The London Stock Exchange Group PLC’s US$14.5-billion, all-stock takeover of Refinitiv Holdings Ltd. is aimed at creating the world’s go-to markets operator and financial-data provider, elbowing Bloomberg LLC aside in the process.
The deal could well reorder how these critical services are delivered to the financial world by employing one-stop shopping for banks, trading houses and hedge funds. But the agreement, as envisioned, is far from a sure thing, and few companies know better than the LSEG how merger plans can go off track.
The exchange operator has been both predator and prey in a number of situations over the past two decades, and some of those deals fell apart – including one eight years ago when its friendly offer for the operator of the Toronto Stock Exchange was spurned.
The LSEG’s chief executive officer, David Schwimmer, said Thursday that he was not overly concerned about regulatory approvals affecting the viability of the deal.
The merger has a total price tag of US$27-billion when Refinitiv’s debt is factored in.
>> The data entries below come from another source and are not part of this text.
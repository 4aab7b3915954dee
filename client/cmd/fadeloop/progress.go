package main

import (
	"fmt"
	"io"
	"math"
	"os"
	"strings"
	"time"

	"github.com/fadeloop/fadeloop/client/render"
	pb "github.com/fadeloop/fadeloop/proto/fadeloop/v1"
)

// progress shows how far a long call has come on standard error: a bar
// redrawn in place on a terminal (fraction, rate, time left), plain lines
// at most every few seconds otherwise, nothing when quiet.
type progress struct {
	w        io.Writer
	mode     string // "bar", "lines" or "none"
	unit     string // rate unit, e.g. "user-slots/s"
	start    time.Time
	last     time.Time
	lastFrac float64
	drawn    bool
	now      func() time.Time
}

// lineInterval is the least time between two plain progress lines.
const lineInterval = 2 * time.Second

// newProgress picks the display: --quiet or --progress none shows nothing;
// --progress auto draws a bar when w is a terminal and lines otherwise.
func (e *env) newProgress(unit string) *progress {
	mode := e.g.progress
	if e.g.quiet {
		mode = "none"
	}
	if mode == "auto" {
		mode = "lines"
		if isTerminal(e.stderr) {
			mode = "bar"
		}
	}
	return &progress{w: e.stderr, mode: mode, unit: unit, start: time.Now(), now: time.Now}
}

func isTerminal(w io.Writer) bool {
	f, ok := w.(*os.File)
	if !ok {
		return false
	}
	st, err := f.Stat()
	return err == nil && st.Mode()&os.ModeCharDevice != 0
}

// update reports the fraction done (0..1) and the current rate (in p.unit).
func (p *progress) update(frac, rate float64) {
	if p.mode == "none" || math.IsNaN(frac) {
		return
	}
	frac = math.Min(math.Max(frac, 0), 1)
	now := p.now()
	elapsed := now.Sub(p.start)
	left := "?"
	if frac > 0.001 {
		rem := time.Duration(float64(elapsed) * (1 - frac) / frac)
		left = fmtDuration(rem)
	}
	switch p.mode {
	case "bar":
		if now.Sub(p.last) < 100*time.Millisecond && frac < 1 {
			return
		}
		const width = 30
		n := int(frac * width)
		bar := strings.Repeat("█", n) + strings.Repeat("░", width-n)
		fmt.Fprintf(p.w, "\r%s %5.1f%%  %s  %s left ", bar, 100*frac, render.FmtRate(rate, p.unit), left)
		p.drawn = true
	case "lines":
		// Quick calls print nothing; the closing 100 % line only follows
		// earlier lines.
		if now.Sub(p.start) < lineInterval || (frac < 1 && now.Sub(p.last) < lineInterval) {
			return
		}
		if frac >= 1 && (!p.drawn || p.lastFrac >= 1) {
			return
		}
		p.drawn = true
		fmt.Fprintf(p.w, "progress: %5.1f%% done, %s, %s left\n", 100*frac, render.FmtRate(rate, p.unit), left)
	}
	p.last = now
	p.lastFrac = frac
}

// done clears the bar line.
func (p *progress) done() {
	if p.mode == "lines" && p.drawn && p.lastFrac < 1 {
		fmt.Fprintf(p.w, "progress: done in %s\n", fmtDuration(p.now().Sub(p.start)))
	}
	if p.mode == "bar" && p.drawn {
		fmt.Fprintf(p.w, "\r%s\r", strings.Repeat(" ", 78))
		p.drawn = false
	}
}

// searchProgress shows the progress of a Tune or Capacity call: the
// server's fraction done (the search re-bounds the work it can still take
// as it goes) and the simulated user-slots per second.
func searchProgress(prog *progress) func(*pb.SearchProgress) {
	return func(p *pb.SearchProgress) {
		prog.update(p.GetFractionDone(), float64(p.GetUserSlotsDone())/math.Max(p.GetElapsedS(), 1e-9))
	}
}

func fmtDuration(d time.Duration) string {
	if d < 0 {
		d = 0
	}
	s := int(d.Round(time.Second) / time.Second)
	if s >= 3600 {
		return fmt.Sprintf("%d:%02d:%02d", s/3600, s/60%60, s%60)
	}
	return fmt.Sprintf("%d:%02d", s/60, s%60)
}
It gives Refinitiv partners Blackstone Group Inc. and Thomson Reuters Corp. a 37-per-cent ownership in the combined entity and a less than 30-per-cent voting interest. The executive suite will be led by Don Robert, LSEG’s chairman, and Mr. Schwimmer as CEO. David Craig, Refinitiv’s CEO, will stay on to lead the acquired business and join the executive committee.
A key draw is a jump for the LSEG in recurring revenues – subscription-based sales – to 70 per cent of the total revenues from the current 40 per cent. In addition, the LSEG is aiming to strip out US$425-million in costs annually as it combines the companies and covers more geography with more products and services. “Increasingly, our customers want to trade across different regions and currencies with fewer firms that can do more for them across the value chain from capital markets to data, to clearing and settlement,” Mr. Schwimmer told analysts.
Before all that starts, though, the deal has to close and much can happen to complicate matters by the targeted completion in the last half of 2020. First, there are regulatory concerns on both sides of the Atlantic, and how authorities will rule on competition and concentration.
Analysts have raised the spectre of possible dispositions, and, if the LSEG is forced to jettison assets, that could reduce the attractiveness for Thomson Reuters, which has a 45-per-cent stake in Refinitiv, and Blackstone, which owns the remainder. For instance, some market participants have complained about rising costs for market data, so regulators are expected to zero in on any part of the deal that may increase prices or limit access for some players who do not subscribe to LSEG-Refinitiv products.
The deal requires approvals in the United States as well as in the European Union, which will examine the effects of the transaction as Britain gets set to bid farewell to the EU under new Prime Minister Boris Johnson. Recall that it was the EU that blocked the LSEG’s US$31-billion takeover of Deutsche Boerse in 2017 after Britain voted in favour of Brexit.
If the LSEG is denied regulatory clearances, it would pay Refinitiv a break fee of about US$240-million.
The LSEG acknowledged that it may have to sell assets, and that they could be “material,” although Mr. Schwimmer played down that risk, touting both organizations’ open-access approach to data delivery. “Our businesses are largely complementary. There is not a lot of overlap in the businesses. So we will work through the regulatory process,” he said.
Jim Smith, CEO of Thomson Reuters, told The Globe and Mail that he expects a thorough regulatory review before his company, which will have a 15-per-cent stake in the combined entity, can crystallize the gains that began with the creation of Refinitiv last year. Thomson Reuters is more than 65 per cent owned by Toronto-based Woodbridge Co. Ltd., the Thomson family holding company that also owns The Globe.
The LSEG has been at the centre of a number of false starts in addition to the failed bids for the TSX and Deutche Boerse. The latter and the LSEG have had several dances. The two had been in talks in 2000, but they ended without a merger, and four years later, the LSEG rejected an unsolicited bid from the German exchange, according to an exhaustive list by the Financial Times. In 2006, the LSEG rejected a bid from Nasdaq, which already had a sizable stake.
Now, many investors have applauded its change of acquisition strategy to concentrate on data and analytics as their value surges in the financial world. LSEG’s shares have climbed 24 per cent this week after first word of the impending announcement, including a 6.5-per-cent jump on Thursday.
All looks bright on day one when the ink is still wet. But a long review period can offer more than a few surprises that can make the finished product look very different from the blueprint.